EXERCISE INSTRUCTIONS
Look below for the line that contains "continuation could not", then copy it and each following line exactly, through and including the line that contains "always spanning the".

GIVEN ENTRIES

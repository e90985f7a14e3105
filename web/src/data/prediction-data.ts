import type { SessionInfo, WireFrame } from '../../../src/protocol/messages.js';
import type { BranchLimit } from '../../../src/predict/continuation.js';

/**
 * What the dashboard reads from /api/catalogue and /api/what-if (server/http/prediction-api.ts,
 * the JSON of `syncring predict` with the live parameters), and the small pure steps between
 * those answers and the panels: which catalogue row the live run is in, the parameters a
 * what-if can continue in, their live values and default ranges, and the branch as chart series.
 */

import type { CatalogueEntry, ContinuationOutput as Continuation } from '../../../src/protocol/predict-output.js';

export type { CatalogueEntry, CatalogueResponse, WhatIfResponse } from '../../../src/protocol/predict-output.js';
export type { Continuation };

/** Changes whenever anything a prediction depends on changes in the live run. */
export function predictionKey(session: SessionInfo | null): string {
  if (!session) return '';
  return [
    session.scenarioName,
    session.detuning.join(','),
    session.links.map((l) => l.weight).join(','),
    session.coupling.strength,
    session.coupling.reactive,
    session.coupling.dissipative,
  ].join('|');
}

/** Angle between two phase differences, in (-pi, pi]. */
function angleBetween(a: number, b: number): number {
  return Math.atan2(Math.sin(a - b), Math.cos(a - b));
}

/** Largest angle between two lists of neighbour phase differences. */
export function phaseDistance(a: readonly number[], b: readonly number[]): number {
  if (a.length !== b.length) return Infinity;
  let worst = 0;
  for (let k = 0; k < a.length; k++) worst = Math.max(worst, Math.abs(angleBetween(a[k], b[k])));
  return worst;
}

/** Two patterns closer than this (rad, every phase difference) are taken to be the same one. */
export const SAME_PATTERN_RAD = 0.25;

/**
 * The catalogue row the live run is in: the entry on the live carrying mode nearest in neighbour
 * phase differences, when every difference is within SAME_PATTERN_RAD (`near`); failing that, the
 * nearest entry of the same kind and wave number (q and N - q are one wave number, run the other
 * way round), since a detuning deforms a pattern. Null when the full system is not locked.
 */
export function livePatternIndex(patterns: readonly CatalogueEntry[], frame: WireFrame | null): { index: number; near: boolean } | null {
  const p = frame?.full.pattern;
  if (!frame || !p || !p.locked) return null;
  const observed = frame.full.phaseDifferences;
  const n = observed.length;
  const onMode = patterns.filter((e) => e.mode === p.mode).map((e) => ({ e, distance: phaseDistance(e.phaseDifferences, observed) }));
  onMode.sort((a, b) => a.distance - b.distance);
  if (onMode.length > 0 && onMode[0].distance <= SAME_PATTERN_RAD) return { index: onMode[0].e.index, near: true };
  const sameQ = (q: number | undefined) =>
    (q === undefined && p.q === undefined) || (q !== undefined && p.q !== undefined && (q === p.q || q === (n - p.q) % n));
  const kin = onMode.find(({ e }) => e.kind === p.kind && sameQ(e.q));
  return kin ? { index: kin.e.index, near: false } : null;
}

/** A parameter a what-if can continue in, as the API names it. */
export interface WhatIfParameter {
  /** PARAM of /api/what-if, e.g. "detuning:3", "coupling", "link:0-1", "edge:0-1". */
  id: string;
  label: string;
  /** Shown in ppm (detuning) rather than in model units. */
  ppm: boolean;
  /** Symbol for axis titles and read-outs. */
  symbol: string;
}

/** Every parameter of the live network a continuation can follow. */
export function whatIfParameters(session: SessionInfo): WhatIfParameter[] {
  const out: WhatIfParameter[] = [];
  for (let k = 0; k < session.nodes; k++)
    out.push({ id: `detuning:${k}`, label: `detuning of node ${k}`, ppm: session.epsilon > 0, symbol: `Δ${subscript(k)}` });
  out.push({ id: 'coupling', label: 'coupling strength κ', ppm: false, symbol: 'κ' });
  out.push({ id: 'reactive', label: 'reactive coupling ρ', ppm: false, symbol: 'ρ' });
  out.push({ id: 'dissipative', label: 'dissipative coupling σ', ppm: false, symbol: 'σ' });
  const has = (a: number, b: number) => session.links.some((l) => l.from === a && l.to === b);
  for (const l of session.links) {
    out.push({
      id: `link:${l.from}-${l.to}`,
      label: `weight of link ${l.from} → ${l.to}`,
      ppm: false,
      symbol: `w${subscript(l.from)}${subscript(l.to)}`,
    });
    if (l.from < l.to && has(l.to, l.from))
      out.push({
        id: `edge:${l.from}-${l.to}`,
        label: `both links ${l.from} ↔ ${l.to}`,
        ppm: false,
        symbol: `w${subscript(l.from)}${subscript(l.to)}`,
      });
  }
  return out;
}

function subscript(k: number): string {
  return String(k).replace(/\d/g, (d) => '₀₁₂₃₄₅₆₇₈₉'[Number(d)]);
}

/** The live value of a parameter in model units (detuning Delta, weights, coupling constants). */
export function liveValue(session: SessionInfo, id: string): number | null {
  const [head, rest] = id.split(':');
  switch (head) {
    case 'detuning':
      return session.detuning[Number(rest)] ?? null;
    case 'coupling':
      return session.coupling.strength;
    case 'reactive':
      return session.coupling.reactive;
    case 'dissipative':
      return session.coupling.dissipative;
    case 'link':
    case 'edge': {
      const [from, to] = (rest ?? '').split('-').map(Number);
      return session.links.find((l) => l.from === from && l.to === to)?.weight ?? null;
    }
    default:
      return null;
  }
}

/**
 * A range worth exploring, in model units: a detuning a few locking widths either side
 * (kappa |sigma + i rho / omega_0| is the width of a pair's locking range), zero to three times
 * the coupling strength, zero to twice a link's nominal weight, the coupling constants +-2.
 */
export function defaultRange(session: SessionInfo, id: string): { min: number; max: number } {
  const now = liveValue(session, id) ?? 0;
  const head = id.split(':')[0];
  const { strength, reactive, dissipative } = session.coupling;
  switch (head) {
    case 'detuning': {
      const width = Math.max(1e-6, Math.abs(strength) * Math.hypot(dissipative, reactive / (session.omega[0] || 1)));
      return { min: now - 4 * width, max: now + 4 * width };
    }
    case 'coupling':
      return { min: 0, max: Math.max(3 * Math.abs(now), 0.1) };
    case 'link':
    case 'edge': {
      const [from, to] = id.split(':')[1].split('-').map(Number);
      const nominal = session.links.find((l) => l.from === from && l.to === to)?.nominal ?? 1;
      return { min: 0, max: Math.max(2 * nominal, now * 1.2, 0.1) };
    }
    default:
      return { min: now - 2, max: now + 2 };
  }
}

export type BranchQuantity = 'phase' | 'amplitude';

export interface BranchXY {
  x: number;
  y: number;
  /** The point's stability verdict; null when the continuation did not monitor it. */
  stability: 'stable' | 'unstable' | 'marginal' | null;
}

/** x of a branch point: ppm for a detuning (when the run has an epsilon), else the parameter. */
export function branchX(point: { parameter: number; ppm: number | null }, inPpm: boolean): number {
  return inPpm && point.ppm !== null ? point.ppm : point.parameter;
}

/**
 * One series per node along the branch: the carrying mode's neighbour phase differences
 * (unwrapped along the branch, so a difference passing pi stays one continuous curve) or its
 * amplitudes |a_k|.
 */
export function branchSeries(c: Continuation, quantity: BranchQuantity, inPpm: boolean): BranchXY[][] {
  const points = c.branch;
  if (points.length === 0) return [];
  const mode = c.pattern.mode;
  const count = quantity === 'phase' ? points[0].phaseDifferences.length : points[0].amplitudes.length;
  const series: BranchXY[][] = Array.from({ length: count }, () => []);
  const previous = new Array<number>(count).fill(NaN);
  for (const point of points) {
    const x = branchX(point, inPpm);
    for (let k = 0; k < count; k++) {
      let y: number;
      if (quantity === 'phase') {
        const raw = point.phaseDifferences[k];
        y = Number.isNaN(previous[k]) ? raw : previous[k] + angleBetween(raw, previous[k]);
        previous[k] = y;
      } else {
        y = point.amplitudes[k]?.[mode] ?? 0;
      }
      series[k].push({ x, y, stability: point.stability });
    }
  }
  return series;
}

/** Limits a person should look at: where the pattern is lost. The others only end the computed stretch. */
export function isLossLimit(limit: BranchLimit | null): limit is BranchLimit {
  return limit !== null && (limit.kind === 'fold' || limit.kind === 'hopf' || limit.kind === 'branch-point');
}

/** Words for each way a continuation stops. */
export const LIMIT_WORDS: Record<BranchLimit['kind'], string> = {
  fold: 'fold: the pattern disappears',
  hopf: 'Hopf: the pattern starts to oscillate',
  'branch-point': 'branch point: the pattern splits',
  bound: 'physical bound of the parameter',
  range: 'end of the range asked for',
  'max-steps': 'step budget used up',
  'step-failure': 'the continuation could not go on',
};
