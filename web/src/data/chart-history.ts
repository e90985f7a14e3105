import type { HistoryPoint } from '../../../src/protocol/messages.js';
import { DecimatingHistory } from '../../../src/observe/decimating-history.js';

/**
 * The chart history of one run: the engine's DecimatingHistory (bounded, always spanning the
 * whole run, the same thinning the server applies for late joiners) plus what charts need on
 * top: the newest point even when thinning skipped it (so the live edge never lags), and a
 * `generation` that changes whenever earlier points were removed, telling readers to rebuild.
 */
export class ChartHistory {
  private readonly kept: DecimatingHistory<HistoryPoint>;
  private latest: HistoryPoint | null = null;
  private view: HistoryPoint[] | null = null;
  generation = 0;

  constructor(capacity = 1200) {
    this.kept = new DecimatingHistory<HistoryPoint>(capacity);
  }

  /** The kept points in time order (one shared array until the next change; do not modify). */
  get points(): readonly HistoryPoint[] {
    return (this.view ??= this.kept.toArray());
  }

  /** The newest point when it is not among the kept ones, else null. */
  get tail(): HistoryPoint | null {
    const points = this.points;
    return this.latest !== null && points[points.length - 1] !== this.latest ? this.latest : null;
  }

  get newest(): HistoryPoint | null {
    return this.latest;
  }

  clear(): void {
    this.kept.clear();
    this.latest = null;
    this.view = null;
    this.generation++;
  }

  /** Replace the contents (a late join or a replay position). */
  load(points: readonly HistoryPoint[]): void {
    this.clear();
    for (const p of points) this.push(p);
  }

  push(point: HistoryPoint): void {
    const before = this.kept.size;
    this.kept.push(point);
    if (this.kept.size < before) this.generation++;
    this.latest = point;
    this.view = null;
  }
}
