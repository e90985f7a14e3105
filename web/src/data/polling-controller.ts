import type { ReactiveController, ReactiveControllerHost } from 'lit';

export interface PollingOptions {
  /**
   * One read: asks the server and puts the answer into the host. Handles its own errors;
   * `signal` is aborted when the host disconnects or a newer read supersedes this one.
   */
  read: (signal: AbortSignal) => Promise<void>;
  /** Read only while this holds (the tab is shown); turning true reads at once, turning false drops a waiting read. */
  active?: () => boolean;
  /** Checked just before a read starts: false skips it (what it would ask for was asked already). */
  due?: () => boolean;
  /** While active, read again this long after each read is back. */
  everyMs?: number;
  /**
   * Asking while a read is out: 'follow-up' reads once more when it is back (a listing, where
   * every answer is worth showing); 'supersede' abandons it and reads now (an answer for
   * parameters that have changed since is not worth showing).
   */
  whileReading?: 'follow-up' | 'supersede';
}

/**
 * Keeps a panel's reads of one API resource together: at most one read out at a time, reads
 * again on a period or when asked, starts when the panel is shown and stops when it is hidden or
 * disconnected. `busy` says a read is out (the host re-renders when it starts and ends).
 */
export class PollingController implements ReactiveController {
  private connected = false;
  private wasActive = false;
  private timer: ReturnType<typeof setTimeout> | null = null;
  private reading: AbortController | null = null;
  private again = false;

  constructor(
    private readonly host: ReactiveControllerHost,
    private readonly options: PollingOptions,
  ) {
    host.addController(this);
  }

  get busy(): boolean {
    return this.reading !== null;
  }

  hostConnected(): void {
    this.connected = true;
    this.followActive();
  }

  hostUpdated(): void {
    this.followActive();
  }

  hostDisconnected(): void {
    this.connected = false;
    this.wasActive = false;
    this.again = false;
    this.cancelWaiting();
    this.reading?.abort();
    this.reading = null;
  }

  /** Read now: a waiting read is dropped; a read already out is followed up or superseded. */
  readNow(): void {
    if (this.reading && this.options.whileReading !== 'supersede') {
      this.again = true;
      return;
    }
    this.cancelWaiting();
    if (!this.connected || !this.isActive() || !(this.options.due?.() ?? true)) return;
    this.reading?.abort();
    const reading = (this.reading = new AbortController());
    this.host.requestUpdate();
    void this.run(reading);
  }

  /** Read in `delayMs` unless a read is already waiting (it keeps its time, so a burst of changes gives one read) or none is due. */
  readSoon(delayMs: number): void {
    if (this.timer !== null || !(this.options.due?.() ?? true)) return;
    this.wait(delayMs);
  }

  private async run(reading: AbortController): Promise<void> {
    try {
      await this.options.read(reading.signal);
    } finally {
      this.finish(reading);
    }
  }

  private finish(reading: AbortController): void {
    // a superseded read, or one out when the host went away: whoever came after is in charge
    if (this.reading !== reading) return;
    this.reading = null;
    this.host.requestUpdate();
    if (this.again) {
      this.again = false;
      this.readNow();
    } else if (this.options.everyMs !== undefined && this.connected && this.isActive() && this.timer === null) {
      this.wait(this.options.everyMs);
    }
  }

  private followActive(): void {
    if (!this.options.active) return;
    const active = this.connected && this.options.active();
    if (active === this.wasActive) return;
    this.wasActive = active;
    if (active) this.readNow();
    else this.cancelWaiting();
  }

  private isActive(): boolean {
    return this.options.active?.() ?? true;
  }

  private wait(delayMs: number): void {
    this.timer = setTimeout(() => {
      this.timer = null;
      this.readNow();
    }, delayMs);
  }

  private cancelWaiting(): void {
    if (this.timer !== null) clearTimeout(this.timer);
    this.timer = null;
  }
}
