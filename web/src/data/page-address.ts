/** The operator token the page was opened with (`?token=...`), or null for a viewer. */
export function tokenFrom(search: string): string | null {
  const token = new URLSearchParams(search).get('token');
  return token && token.trim() !== '' ? token : null;
}

/** A same-origin URL relative to the page, so the dashboard also works behind a path prefix. */
export function apiUrl(path: string): string {
  return new URL(path.replace(/^\//, './'), document.baseURI).toString();
}
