import { ASSUMED_FREQUENCY_TAG, deltaToPpm, ppmToDelta, tauToSeconds } from '../../../src/scenario/units.js';
import type { SessionInfo } from '../../../src/protocol/messages.js';

/**
 * Engineering readings of dimensionless quantities for display. The mapping itself lives in
 * src/scenario/units.ts; this file only chains and formats it.
 */

export interface RunScales {
  epsilon: number;
  nominalFrequencyHz: number;
  /** The scenario gave no nominal frequency: seconds rest on the default and say so. */
  nominalFrequencyAssumed: boolean;
  /** omega_0 */
  omega0: number;
}

/** What converting a dimensionless time to seconds needs. */
type TimeScales = Omit<RunScales, 'nominalFrequencyAssumed'>;

/** The scales of a session (a server older than nominalFrequencyAssumed sends none: read as given). */
export function runScalesOf(session: SessionInfo): RunScales {
  return {
    epsilon: session.epsilon,
    nominalFrequencyHz: session.nominalFrequencyHz,
    nominalFrequencyAssumed: session.nominalFrequencyAssumed === true,
    omega0: session.omega[0],
  };
}

/** What the seconds of a run rest on, e.g. "at 10 MHz" or "at an assumed 10 MHz". */
export function frequencyBasis(scales: Pick<RunScales, 'nominalFrequencyHz' | 'nominalFrequencyAssumed'>): string {
  return scales.nominalFrequencyAssumed ? ASSUMED_FREQUENCY_TAG : `at ${formatHz(scales.nominalFrequencyHz)}`;
}

/**
 * Simulated (board) seconds, with the assumption beside them when the scenario gave no nominal
 * frequency; wall-clock durations use formatSeconds alone.
 */
export function formatSimulatedSeconds(seconds: number, scales: Pick<RunScales, 'nominalFrequencyAssumed'>): string {
  return scales.nominalFrequencyAssumed ? `${formatSeconds(seconds)} ${ASSUMED_FREQUENCY_TAG}` : formatSeconds(seconds);
}

/**
 * A stability margin (slow-time units^-1) as a time constant in slow units, carrier periods and
 * seconds: the formula of timeConstantOf in src/predict/describe.ts, which needs a whole guide
 * model; the dashboard only has the session's scales.
 */
export function marginTimeConstant(
  margin: number,
  scales: TimeScales,
): { slow: number; tau: number; periods: number; seconds: number } | null {
  if (!(Math.abs(margin) > 0) || !(scales.epsilon > 0)) return null;
  const slow = 1 / Math.abs(margin);
  const tau = slow / scales.epsilon;
  return {
    slow,
    tau,
    periods: (tau * scales.omega0) / (2 * Math.PI),
    seconds: tauToSeconds(tau, scales.nominalFrequencyHz, scales.omega0),
  };
}

/** Delta_k -> ppm, or null when eps = 0 has no ppm reading. */
export function ppmOf(delta: number, epsilon: number): number | null {
  return epsilon > 0 && Number.isFinite(delta) ? deltaToPpm(delta, epsilon) : null;
}

/** ppm -> Delta_k, or null when eps = 0. */
export function deltaOf(ppm: number, epsilon: number): number | null {
  return epsilon > 0 && Number.isFinite(ppm) ? ppmToDelta(ppm, epsilon) : null;
}

/** A dimensionless rate r (per slow unit, like eps*kappa) as a relative frequency in ppm: eps * r. */
export function rateAsPpm(rate: number, epsilon: number): number {
  return rate * epsilon * 1e6;
}

/** Simulated seconds per wall second at a pace given in slow-time units per second. */
export function simulatedSecondsPerSecond(slowPerSecond: number, scales: TimeScales): number | null {
  if (!(scales.epsilon > 0) || !Number.isFinite(slowPerSecond)) return null;
  return tauToSeconds(slowPerSecond / scales.epsilon, scales.nominalFrequencyHz, scales.omega0);
}

/** Seconds with a unit that keeps 3 significant digits readable: ns .. h. */
export function formatSeconds(seconds: number): string {
  if (!Number.isFinite(seconds)) return '—';
  const a = Math.abs(seconds);
  if (a === 0) return '0 s';
  if (a < 1e-6) return `${(seconds * 1e9).toPrecision(3)} ns`;
  if (a < 1e-3) return `${(seconds * 1e6).toPrecision(3)} µs`;
  if (a < 1) return `${(seconds * 1e3).toPrecision(3)} ms`;
  if (a < 120) return `${seconds.toPrecision(3)} s`;
  if (a < 7200) return `${(seconds / 60).toPrecision(3)} min`;
  return `${(seconds / 3600).toPrecision(3)} h`;
}

/** A number with a sensible number of significant digits, in plain or exponent form. */
export function formatNumber(value: number | null | undefined, digits = 3): string {
  if (value === null || value === undefined || !Number.isFinite(value)) return '—';
  if (value === 0) return '0';
  const a = Math.abs(value);
  if (a >= 1e5 || a < 1e-3) return value.toExponential(digits - 1).replace('e+', 'e');
  return Number(value.toPrecision(digits)).toString();
}

/** A signed value, e.g. "+0.120". */
export function formatSigned(value: number | null | undefined, digits = 3): string {
  const text = formatNumber(value, digits);
  return value !== null && value !== undefined && value > 0 ? `+${text}` : text;
}

/** Frequency in Hz with an SI prefix. */
export function formatHz(hz: number): string {
  if (hz >= 1e9) return `${formatNumber(hz / 1e9)} GHz`;
  if (hz >= 1e6) return `${formatNumber(hz / 1e6)} MHz`;
  if (hz >= 1e3) return `${formatNumber(hz / 1e3)} kHz`;
  return `${formatNumber(hz)} Hz`;
}

/** An angle in radians as a multiple of pi, e.g. "0.40π". */
export function formatPhase(radians: number): string {
  const turns = radians / Math.PI;
  return `${Math.abs(turns) < 0.005 ? '0' : turns.toFixed(2)}π`;
}
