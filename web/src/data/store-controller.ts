import type { ReactiveController, ReactiveControllerHost } from 'lit';
import { EVERYTHING, type FrameStore, type StoreChange } from './frame-store.js';

/**
 * Subscribes an element to whichever store it currently shows (live or replay) for as long as
 * it is connected. By default a change just asks the host to re-render; `minIntervalMs` keeps
 * text panels readable (numbers that change 60 times a second cannot be read on a projector).
 * Switching to another store delivers one full change, so the host rebuilds from scratch.
 */
export class StoreController implements ReactiveController {
  private current: FrameStore | null = null;
  private unsubscribe: (() => void) | null = null;
  private waiting: StoreChange | null = null;
  private timer: ReturnType<typeof setTimeout> | null = null;
  private lastDelivered = 0;

  constructor(
    private readonly host: ReactiveControllerHost,
    private readonly storeOf: () => FrameStore | null,
    private readonly onChange: (change: StoreChange, store: FrameStore) => void = () => host.requestUpdate(),
    private readonly minIntervalMs = 0,
  ) {
    host.addController(this);
  }

  hostConnected(): void {
    this.sync();
  }

  hostUpdated(): void {
    this.sync();
  }

  hostDisconnected(): void {
    this.unsubscribe?.();
    this.unsubscribe = null;
    this.current = null;
    if (this.timer !== null) clearTimeout(this.timer);
    this.timer = null;
    this.waiting = null;
  }

  private sync(): void {
    const store = this.storeOf();
    if (store === this.current) return;
    this.unsubscribe?.();
    this.current = store;
    this.unsubscribe = store ? store.subscribe((change) => this.receive(change)) : null;
    if (store) this.deliver(EVERYTHING);
  }

  private receive(change: StoreChange): void {
    if (this.minIntervalMs <= 0 || change.reset) {
      this.waiting = null;
      this.deliver(change);
      return;
    }
    const w = this.waiting;
    this.waiting = w
      ? {
          frame: w.frame || change.frame,
          reset: w.reset || change.reset,
          session: w.session || change.session,
          events: w.events || change.events,
        }
      : change;
    if (this.timer !== null) return;
    const wait = Math.max(0, this.lastDelivered + this.minIntervalMs - performance.now());
    this.timer = setTimeout(() => {
      this.timer = null;
      const pending = this.waiting;
      this.waiting = null;
      if (pending) this.deliver(pending);
    }, wait);
  }

  private deliver(change: StoreChange): void {
    if (!this.current) return;
    this.lastDelivered = performance.now();
    this.onChange(change, this.current);
  }
}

FINISHED TASK
  'step-failure': 'the continuation could not go on',
};
filename web/src/data/chart-history.ts
repository e90985f7a14e3105
import type { HistoryPoint } from '../../../src/protocol/messages.js';
import { DecimatingHistory } from '../../../src/observe/decimating-history.js';

/**
 * The chart history of one run: the engine's DecimatingHistory (bounded, always spanning the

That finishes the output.